-- Opening Marker --

"""Writing output files and folders whole or not at all, and checking output paths first.

Every command that writes (``--json``, ``--plot``, ``--report``, ``--out``, ...)
uses these helpers:

* :func:`check_output_file` and :func:`check_output_folder` run before any
  work, so a bad path costs nothing: the folder must exist and take a new
  file, and the target must not be a folder, a device, a FIFO or a socket.
* :func:`write_text_atomic`, :func:`write_json_atomic` and :func:`atomic_file`
  write into a hidden temporary file beside the target and rename it into
  place; :func:`atomic_folder` builds a whole folder (a report) in a hidden
  temporary folder and renames it, or its entries, into place at the end.
  On any exception, interrupts included, the temporary file or folder is
  removed, so an interrupted run leaves neither hidden files nor an empty
  folder.
* The final renames run with SIGINT and SIGTERM deferred (main thread only),
  so an interrupt never splits a folder's commit; the interrupt is raised
  right after it, and the exception carries ``written``, the paths committed.

References
----------
.. [1] IEEE Std 1003.1 (POSIX), ``rename()``: atomic replacement of a
   directory entry within one file system.
"""

from __future__ import annotations

import json
import os
import shutil
import signal
import stat
import tempfile
import threading
from collections.abc import Iterator
from contextlib import contextmanager
from pathlib import Path

from synth.errors import OptionError

__all__ = [
    "TEMP_PREFIX",
    "atomic_file",
    "atomic_folder",
    "check_output_file",
    "check_output_folder",
    "interrupt_point",
    "write_json_atomic",
    "write_text_atomic",
]

#: Name prefix of every temporary file or folder synth makes beside an output.
TEMP_PREFIX = ".synth-tmp-"

#: Environment variable naming a point where synth sends itself a signal, for
#: the interrupt tests: ``POINT`` or ``POINT:INT`` / ``POINT:TERM``.
INTERRUPT_ENV = "SYNTH_INTERRUPT_AT"

_SPECIAL = ((stat.S_ISFIFO, "a FIFO (named pipe)"), (stat.S_ISCHR, "a character device"),
            (stat.S_ISBLK, "a block device"), (stat.S_ISSOCK, "a socket"))


def _label(option: str | None, path) -> str:
    return f"{option} {path}" if option else str(path)


def _probe_folder(folder: Path, option: str | None, path) -> None:
    """Create and remove a temporary file in ``folder``: the only reliable writability test.

    ``os.access`` answers for the real user id and knows nothing of read-only
    mounts or of root on a network share; trying is the test that matches
    what the write will meet.
    """
    try:
        fd, probe = tempfile.mkstemp(prefix=TEMP_PREFIX, dir=folder)
    except OSError as err:
        raise OptionError(f"{_label(option, path)}: cannot write in the folder {folder} "
                          f"({err.strerror or err})") from None
    os.close(fd)
    os.unlink(probe)


def _refuse_special(p: Path, option: str | None, path, what: str) -> None:
    try:
        mode = os.stat(p).st_mode
    except FileNotFoundError:
        return
    except OSError as err:
        raise OptionError(f"{_label(option, path)}: cannot be used ({err.strerror or err})") from None
    if stat.S_ISDIR(mode) and what == "file":
        raise OptionError(f"{_label(option, path)}: is a folder, not a file")
    if not stat.S_ISDIR(mode) and what == "folder" and stat.S_ISREG(mode):
        raise OptionError(f"{_label(option, path)}: exists and is not a folder")
    for test, name in _SPECIAL:
        if test(mode):
            raise OptionError(f"{_label(option, path)}: is {name}; synth writes only regular "
                              "files")


def check_output_file(path, option: str | None = None,
                      suffixes: tuple[str, ...] | None = None) -> Path | None:
    """Check, before any work, that an output file can be written.

    Parameters
    ----------
    path : str, path-like or None
        The output file; ``None`` (option not given) passes.
    option : str, optional
        The option that named it (``"--json"``), for the message.
    suffixes : tuple of str, optional
        Accepted lower-case suffixes, e.g. ``(".png", ".svg")``.

    Returns
    -------
    pathlib.Path or None
        The path.

    Raises
    ------
    synth.errors.OptionError
        When the suffix is wrong, the folder is missing or not writable, or
        the path is a folder, a device, a FIFO or a socket.
    """
    if path is None:
        return None
    p = Path(path)
    if suffixes and p.suffix.lower() not in suffixes:
        raise OptionError(f"{_label(option, path)}: the file name must end in "
                          f"{' or '.join(suffixes)}")
    _refuse_special(p, option, path, "file")
    parent = p.parent if str(p.parent) else Path(".")
    if not parent.is_dir():
        raise OptionError(f"{_label(option, path)}: folder {parent} does not exist")
    _probe_folder(parent, option, path)
    return p


def check_output_folder(path, option: str | None = None) -> Path | None:
    """Check, before any work, that an output folder can be written (created if missing).

    The folder and its missing parents are created only at the end, by
    :func:`atomic_folder`; the nearest existing ancestor must be a folder
    that takes new entries.

    Raises
    ------
    synth.errors.OptionError
        When the path exists and is not a folder, or the place it goes in is
        missing or not writable.
    """
    if path is None:
        return None
    p = Path(path)
    _refuse_special(p, option, path, "folder")
    if p.is_dir():
        _probe_folder(p, option, path)
        return p
    base = _existing_ancestor(p)
    if not base.is_dir():
        raise OptionError(f"{_label(option, path)}: {base} is not a folder")
    _probe_folder(base, option, path)
    return p


def _existing_ancestor(p: Path) -> Path:
    """The nearest ancestor of ``p`` that exists (``.`` for a relative name)."""
    for parent in p.parents:
        if os.path.lexists(parent):
            return parent
    return Path(".")


def interrupt_point(name: str) -> None:
    """Send this process a signal at a named point when :data:`INTERRUPT_ENV` asks for it.

    A test hook: ``SYNTH_INTERRUPT_AT=report:TERM`` makes the process signal
    itself with SIGTERM when it reaches ``interrupt_point("report")``, so the
    interrupt tests hit the exact stage they mean without relying on timing.
    Without the variable this does nothing.
    """
    spec = os.environ.get(INTERRUPT_ENV)
    if not spec:
        return
    point, _, sig = spec.partition(":")
    if point == name:
        os.kill(os.getpid(), signal.SIGINT if sig.upper() == "INT" else signal.SIGTERM)


@contextmanager
def _signals_deferred(committed: list[Path]) -> Iterator[None]:
    """Hold SIGINT and SIGTERM while the block runs; deliver the first one after it.

    The exception the original handler raises gains ``written``: the paths
    committed in the block. Outside the main thread (where handlers cannot be
    set) the block runs as is.
    """
    if threading.current_thread() is not threading.main_thread():
        yield
        return
    caught: list[int] = []

    def record(signum, _frame):
        caught.append(signum)

    old = {s: signal.signal(s, record) for s in (signal.SIGINT, signal.SIGTERM)}
    try:
        yield
    finally:
        for s, handler in old.items():
            signal.signal(s, handler)
    if caught:
        handler = old[caught[0]]
        if callable(handler):
            try:
                handler(caught[0], None)
            except BaseException as err:
                err.written = tuple(str(p) for p in committed)
                raise
        elif handler == signal.SIG_DFL:
            signal.raise_signal(caught[0])


@contextmanager
def atomic_file(path, option: str | None = None) -> Iterator[Path]:
    """Yield a temporary path beside ``path``; rename it onto ``path`` when the block succeeds.

    For writers that want a file name (``matplotlib``'s ``savefig``). The
    temporary file keeps the target's suffix, so format detection works.

    Raises
    ------
    synth.errors.OptionError
        When the folder cannot be written (the temporary file is removed).
    """
    target = Path(path)
    folder = target.parent if str(target.parent) else Path(".")
    try:
        fd, tmp = tempfile.mkstemp(prefix=TEMP_PREFIX, suffix=target.suffix, dir=folder)
    except OSError as err:
        raise OptionError(f"{_label(option, path)}: cannot write ({err.strerror or err})") from None
    os.close(fd)
    tmp_path = Path(tmp)
    try:
        yield tmp_path
        interrupt_point("file")
        # mkstemp makes the file private; give it the mode a plain open() would
        os.chmod(tmp_path, 0o666 & ~_umask())
        with _signals_deferred([target]):
            os.replace(tmp_path, target)
    except OSError as err:
        raise OptionError(f"{_label(option, path)}: cannot write ({err.strerror or err})") from None
    finally:
        tmp_path.unlink(missing_ok=True)


def write_text_atomic(path, text: str | bytes, option: str | None = None) -> Path:
    """Write ``text`` (UTF-8; bytes as they are) to ``path`` whole or not at all; return the path."""
    with atomic_file(path, option) as tmp:
        if isinstance(text, bytes):
            tmp.write_bytes(text)
        else:
            tmp.write_text(text, encoding="utf-8")
    return Path(path)


def write_json_atomic(path, doc, option: str | None = None) -> Path:
    """Write ``doc`` as strict JSON (no NaN or infinity), indented, whole or not at all."""
    text = json.dumps(doc, indent=2, allow_nan=False) + "\n"
    return write_text_atomic(path, text, option)


@contextmanager
def atomic_folder(path, option: str | None = None) -> Iterator[Path]:
    """Yield a hidden staging folder; its content becomes the folder ``path`` when the block succeeds.

    A missing ``path`` is built as a staging folder in its nearest existing
    ancestor and renamed into place in one step (missing parents are made
    just before). An existing folder keeps its other files: the staging
    folder is made inside it and each entry is renamed into place, all with
    interrupts deferred. On failure or interrupt the staging folder is
    removed and ``path`` is left as it was (a folder is never created empty).

    Yields
    ------
    pathlib.Path
        Where to write the folder's files.

    Raises
    ------
    synth.errors.OptionError
        When the staging folder cannot be made or the commit fails.
    """
    target = Path(path)
    into_existing = target.is_dir()
    where = target if into_existing else _existing_ancestor(target)
    try:
        staging = Path(tempfile.mkdtemp(prefix=TEMP_PREFIX, dir=where))
    except OSError as err:
        raise OptionError(f"{_label(option, path)}: cannot write ({err.strerror or err})") from None
    try:
        yield staging
        interrupt_point("folder")
        committed: list[Path] = []
        with _signals_deferred(committed):
            interrupt_point("commit")  # a signal here waits until the commit is done
            if into_existing:
                for entry in sorted(staging.iterdir()):
                    os.replace(entry, target / entry.name)
                    committed.append(target / entry.name)
                staging.rmdir()
            else:
                os.chmod(staging, 0o777 & ~_umask())
                target.parent.mkdir(parents=True, exist_ok=True)
                os.rename(staging, target)
                committed.append(target)
    except OSError as err:
        raise OptionError(f"{_label(option, path)}: cannot write ({err.strerror or err})") from None
    finally:
        if staging.exists():
            shutil.rmtree(staging, ignore_errors=True)


def _umask() -> int:
    """The process umask (read by setting and restoring it; there is no other way)."""
    mask = os.umask(0o022)
    os.umask(mask)
    return mask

-- Closing Marker --

#### [Activity]
Go through the data above line by line, count those that contain the string "SIGINT", and reply with the count only.

#### [Result of the task]
4